Deep wounds, damage done with critical or special attacks, can only be healed with treatment. This damage affects your attribute values reducing them. You recover 1 Attribute point per 8 hour's rest, 2 if you are receiving proper care. Some extremely expensive potions, spells or effects may help you beyond that.

Other Actions

Actions during an encounter can be any relevant interaction. Most common actions are attacks, using items, casting a spell, opening a door, activating a lever, using a skill or similar. As part of an action you can change one light weapon, martial weapon or shield. Heavy weapons require an entire action. 

The DM may switch these rules as needed per setting. 

Maneuvers are attacks that instead doing damage, they create limitations effects to other enemies. There is no limit but what you can come up with narratively. The most common are disarming, take down, push, pull, slow or grapple. All maneuvers are roll with disadvantage, unless the character has it trained or the objective is off guard.

Inventory and Usage

In this hack, the usage dice is checked to see if the quality of an item is reduced. The quality of an item goes from 1d4 to 1d12. It can also indicate the bulk of a potato bag. The two mechanics here are spend and use. When you say spend, just reduce the value of the item automatically. If it says usage, you check its die value, in a 1 or 2, the quality is burned. Depending of the item, it is spent or used. 

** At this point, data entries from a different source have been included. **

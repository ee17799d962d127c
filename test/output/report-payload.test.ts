import { describe, expect, test } from 'vitest';
import { deserialize, serialize } from 'node:v8';
import { reportPayload } from '../../src/output/report/index.js';
import { calibratedNoise, calibrationLine } from '../../src/output/report/payload.js';
import { plotEpochs } from '../../src/output/report/decimate.js';
import { collectExtensions, type ReportExtension } from '../../src/output/report/extensions.js';
import { STATUS } from '../../src/session/result/result.js';
import { session, withImu } from './fixtures.js';

const drone = () => session('drone', 5, { durationSec: 300 }).result;
const vehicle = () => session('vehicle', 7, { durationSec: 300 }).result;

describe('report payload', () => {
  test('survives structured clone and v8 serialization unchanged (plain data and typed arrays)', () => {
    const p = reportPayload(vehicle());
    expect(structuredClone(p)).toEqual(p);
    expect(deserialize(serialize(p))).toEqual(p);
  });

  test('is small: a long session is thinned', () => {
    const r = drone();
    expect(r.N).toBeGreaterThan(1400);
    const p = reportPayload(r, { maxPoints: 400 });
    expect(p.plot.tSec.length).toBeLessThan(r.N / 2);
    expect(serialize(p).length).toBeLessThan(200_000);
  });

  test.each([300, 600, 2000])('thinning to %i keeps every flagged fix, decision and bridged-span end, and the sd peak', (maxPoints) => {
    const r = drone();
    const idx = plotEpochs(r, maxPoints);
    const set = new Set(idx);
    for (let j = 1; j < idx.length; j++) expect(idx[j]).toBeGreaterThan(idx[j - 1]!);
    let flagged = 0;
    let always = 0;
    for (let j = 0; j < r.N; j++) {
      const st = r.status[j]!;
      const isFlagged = st === STATUS.outlier || st === STATUS.userKept || st === STATUS.userRejected;
      const spanEnd = st === STATUS.bridged && (r.status[j - 1] !== STATUS.bridged || r.status[j + 1] !== STATUS.bridged);
      const segEnd = j === 0 || j === r.N - 1 || r.segment[j] !== r.segment[j - 1] || r.segment[j] !== r.segment[j + 1];
      if (isFlagged) flagged++;
      if (isFlagged || spanEnd || segEnd) {
        always++;
        expect(set.has(j)).toBe(true);
      }
    }
    expect(flagged).toBeGreaterThan(0);
    // at most three a bucket (≈ maxPoints in all) plus the ones always kept; everything when it fits
    if (r.N <= maxPoints) expect(idx.length).toBe(r.N);
    else expect(idx.length).toBeLessThanOrEqual(maxPoints + 3 + always);
    let peak = 0, jPeak = 0;
    for (let j = 0; j < r.N; j++) {
      const v = r.sdEnu[0][j]! ** 2 + r.sdEnu[1][j]! ** 2;
      if (v > peak) [peak, jPeak] = [v, j];
    }
    expect(set.has(jPeak)).toBe(true);
  });

  test('bridged spans: one per run of bridged epochs, from the fix before to the fix after', () => {
    const r = vehicle();
    const p = reportPayload(r);
    let runs = 0;
    for (let j = 0; j < r.N; j++) if (r.status[j] === STATUS.bridged && r.status[j - 1] !== STATUS.bridged) runs++;
    expect(runs).toBeGreaterThan(0);
    expect(p.bridgedSpans).toHaveLength(runs);
    // a 25 s gap at 1 Hz: 24 bridged epochs, 26 s from the fix before to the fix after
    expect(p.bridgedSec).toBeCloseTo(p.bridgedSpans.reduce((a, [t0, t1]) => a + t1 - t0, 0), 9);
    expect(p.bridgedSec).toBeGreaterThan(r.metrics.bridgedCount * r.metrics.nominalIntervalSec);
  });

  test('residuals are raw minus smoothed, NaN where there is no fix', () => {
    const r = vehicle();
    const p = reportPayload(r);
    for (let k = 0; k < p.plot.tSec.length; k += 17) {
      const j = p.plot.epoch[k]!;
      if (r.fix[j]! < 0) expect(p.plot.resEast[k]).toBeNaN();
      else expect(p.plot.resEast[k]).toBeCloseTo(r.rawEnu![0][j]! - r.posEnu[0][j]!, 4);
    }
  });

  test('ellipses at intervals, the worst one among them', () => {
    const r = vehicle();
    const p = reportPayload(r);
    expect(p.ellipses.length).toBeGreaterThanOrEqual(20);
    expect(Math.max(...p.ellipses.map((e) => e.majorM))).toBeCloseTo(r.metrics.worstEll95MajorM, 9);
  });

  test.each([
    [{}, null],
    [{ calibration: { status: 'fallback', estimates: {} } }, null],
    [{ calibration: { status: 'estimated', estimates: { sigmaHorizontalM: { value: 1.3, se: 0.1 }, sigmaVerticalM: { value: 2.5, se: 0.2 } }, reportedSigmaScale: false } }, { horizontal: 1.3, vertical: 2.5, unit: 'm' }],
    [{ calibration: { status: 'estimated', estimates: { sigmaHorizontalM: { value: 0.9 } }, reportedSigmaScale: true } }, { horizontal: 0.9, vertical: NaN, unit: '× reported sd' }],
    [{ calibration: { params: { sigmaHorizontalM: 1.1, sigmaVerticalM: 2 } } }, { horizontal: 1.1, vertical: 2, unit: 'm' }],
  ])('calibrated noise from info %j', (info, want) => expect(calibratedNoise(info)).toEqual(want));

  test.each([
    [
      {
        calibration: {
          status: 'estimated', epochsUsed: 810, reportedSigmaScale: false,
          estimates: {
            sigmaHorizontalM: { value: 1.5700605, se: 0.0372223, atBound: false }, sigmaVerticalM: { value: 3.4124184, se: 0.0971338, atBound: false },
            gmHorizontalSigmaM: { value: 1.3947482, se: 0.3442129, atBound: false }, gmVerticalSigmaM: { value: 2.902909, se: 0.6133315, atBound: false },
            gmTauSec: { value: 62.820851, se: 31.232066, atBound: false },
            qHorizontal: { value: 1.5127867, se: 0.1079958, atBound: false }, qVertical: { value: 5.86057e-5, se: 5.7001e-5, atBound: false },
          },
        },
      },
      'white 1.57 ± 0.037 / 3.41 ± 0.097 m; correlated 1.39 ± 0.34 / 2.9 ± 0.61 m, time constant 62.8 ± 31.2 s; process noise 1.51 ± 0.11 / 5.9e-5 ± 5.7e-5 m²/s³ (horizontal / vertical; ± standard error; 810 epochs)',
    ],
    [
      { calibration: { status: 'estimated', reportedSigmaScale: true, estimates: { sigmaHorizontalM: { value: 0.9, se: 0.05 }, qHorizontal: { value: 1e-6, se: NaN, atBound: true } } } },
      'white 0.9 ± 0.05 × reported sd; process noise 1.0e-6 (at its bound) m²/s³ (horizontal / vertical; ± standard error)',
    ],
    [
      { calibration: { status: 'estimated', estimates: { sigmaHorizontalM: { value: 0.9, se: 0.05 } } }, tailGate: { fixes: 3000, quantileRatio: 2.39, clustering: 0.04, shape: 0.8, factor: 2, probability: 0.99999990 } },
      'white 0.9 ± 0.05 m (horizontal / vertical; ± standard error); white errors heavier-tailed than Gaussian (shape 0.80, 2 = Gaussian): outlier thresholds widened ×2.00',
    ],
    [
      { calibration: { status: 'estimated', estimates: { sigmaHorizontalM: { value: 0.9, se: 0.05 } } }, tailGate: { fixes: 3000, quantileRatio: 1.7, clustering: 0.05, shape: 2, factor: 1, probability: 0.9995 } },
      'white 0.9 ± 0.05 m (horizontal / vertical; ± standard error)',
    ],
    [{ calibration: { status: 'fallback', reason: 'only 40 usable fixes (needs 120)' } }, 'profile values (only 40 usable fixes (needs 120))'],
    [{}, null],
  ])('calibration line from info %#', (info, want) => expect(calibrationLine(info as Record<string, unknown>)).toBe(want));

  test('a calibrated session carries its calibration line into the payload', () => {
    const p = reportPayload(vehicle());
    expect(p.calibrationLine).toMatch(/^white \S+ ± \S+ \/ \S+ ± \S+ m; correlated .* time constant .* s; process noise .* m²\/s³ \(horizontal \/ vertical; ± standard error; \d+ epochs\); quality-column exponents DOP \S+( ± \S+| \(at its bound\)), satellite count \S+( ± \S+| \(at its bound\)) \(0 ignored, 1 proportional\)$/);
  });

  test('the IMU extension picks the plotted epochs of attitude and biases (gyro in deg/h)', () => {
    const r = withImu(vehicle());
    const p = reportPayload(r);
    expect(reportPayload(vehicle()).extensions).toEqual({});
    const d = p.extensions.imu!;
    const k = 77, j = p.plot.epoch[k]!;
    expect((d.rollDeg as Float32Array)[k]).toBeCloseTo(r.attitudeDeg!.roll[j]!, 4);
    expect((d.headingDeg as Float32Array)[k]).toBeCloseTo(r.attitudeDeg!.heading[j]!, 3);
    expect((d.gyroxDegph as Float32Array)[k]).toBeCloseTo(1e-4 * (180 / Math.PI) * 3600, 3);
    expect(structuredClone(p)).toEqual(p);
  });

  test('extensions: data is collected only when the optional fields are there', () => {
    const r = vehicle();
    const ext: ReportExtension = {
      id: 'fake-imu',
      title: 'Attitude',
      collect: (res, epochs) => {
        const yaw = (res as unknown as { yawDeg?: Float64Array }).yawDeg;
        return yaw ? { yawDeg: Float64Array.from(epochs, (j) => yaw[j]!) } : undefined;
      },
      charts: () => [],
    };
    const idx = plotEpochs(r, 2000);
    expect(collectExtensions(r, idx, [ext])).toEqual({});
    const withYaw = { ...r, yawDeg: Float64Array.from({ length: r.N }, (_, j) => j) };
    const got = collectExtensions(withYaw, idx, [ext]);
    expect(Array.from(got['fake-imu']!.yawDeg as Float64Array)).toEqual(Array.from(idx));
  });
});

A character can carry a number of spaces equal to its Strength value. Similar objects may share same spaces if they are smaller. This simple measurement serves to determine how many things can be carried. A 100 silver is 1 space. Having more items than spaces, penalizes the character with -5 feet speed and can be fatigued every hour. Clothes do no take spaces. Bags, bandoliers, pockets and other containers serve for the process of protecting the items, but it does not give more space. Certain animals and transportation can handle even heavier containers. Warehouse, deposit and houses can handle a big number of spaces. Containers are limited for units of big cargo like units of wood, coal and other materials or objects.